Alishan is well known for its sunrises, and on a suitable morning one can observe the sun come up on a sea of clouds in the area between Alishan and Yüshan. Alishan and Sun Moon Lake are two of the best known scenic spots in Asia. The indigenous people of the area, the Thao people, have only recently been recognized as a discreet ethnic group. They have long been confused with the Tsou people.
Alishan National Scenic Area spans a broad range in altitude. Lower elevations, such as in Leye Township, share the same subtropical and tropical climate as the rest of southern Taiwan, while the climate changes to temperate and alpine as the elevation increases.
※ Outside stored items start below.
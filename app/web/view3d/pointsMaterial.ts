/**
 * Round points with per-vertex colour (or one colour for all, which spares a colour buffer), a size in
 * pixels and the slab filter, as a small shader.
 */
import * as THREE from 'three';

const vertex = /* glsl */ `
attribute vec3 color;
uniform float size;
uniform int slabAxis;
uniform float slabMin;
uniform float slabMax;
uniform vec3 tint;
varying vec3 vColor;
void main() {
#ifdef TINT
  vColor = tint;
#else
  vColor = color;
#endif
  if (slabAxis >= 0) {
    float v = slabAxis == 0 ? position.x : (slabAxis == 1 ? position.y : position.z);
    bool inside = slabMin <= slabMax ? (v >= slabMin && v <= slabMax) : (v >= slabMin || v <= slabMax);
    if (!inside) { gl_Position = vec4(2.0, 2.0, 2.0, 1.0); gl_PointSize = 0.0; return; }
  }
  gl_Position = projectionMatrix * modelViewMatrix * vec4(position, 1.0);
  gl_PointSize = size;
}
`;

const fragment = /* glsl */ `
uniform float opacity;
uniform bool ring;
varying vec3 vColor;
void main() {
  vec2 p = gl_PointCoord * 2.0 - 1.0;
  float r = dot(p, p);
  if (r > 1.0) discard;
  if (ring && r < 0.55) discard;
  gl_FragColor = vec4(vColor, opacity);
}
`;

/**
 * A material for THREE.Points whose geometry has `position` and `color` attributes; with `tint` (rgb in
 * 0…1) every point has that colour and the geometry needs no `color`.
 */
export function pointsMaterial(size: number, opacity = 1, ring = false, tint: readonly [number, number, number] | null = null): THREE.ShaderMaterial {
  return new THREE.ShaderMaterial({
    defines: tint ? { TINT: 1 } : {},
    uniforms: {
      size: { value: size },
      opacity: { value: opacity },
      ring: { value: ring },
      slabAxis: { value: -1 },
      slabMin: { value: 0 },
      slabMax: { value: 0 },
      tint: { value: new THREE.Vector3(...(tint ?? [1, 1, 1])) },
    },
    vertexShader: vertex,
    fragmentShader: fragment,
    transparent: opacity < 1,
    depthWrite: opacity >= 1,
  });
}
Snow sometimes falls at higher elevations in the winter.
The Alishan area was originally settled by the Tsou tribe of the Taiwanese aborigines; the name derives from the aboriginal word Jarissang. Ethnic Han Chinese settlers first settled on the plains near modern-day Chiayi as early as the late Ming Dynasty (around the mid-17th century), but did not move into the mountains until the late 18th century, establishing the towns of Ruili (瑞里), Ruifeng (瑞峰), Xiding (隙頂), and Fenqihu (奮起湖). The resulting armed clashes between the settlers and the aborigines pushed the aborigines even further into the mountains.
The song Ālǐshān de gūniang ( 阿里山的姑娘; English: The Girls of Alishan), which refers to the beautiful girls of the Tsou aboriginal tribe, is one of Taiwan’s most popular folk songs. This song is also well known in China and several foreign countries, even though the people in the Alishan area are Thao.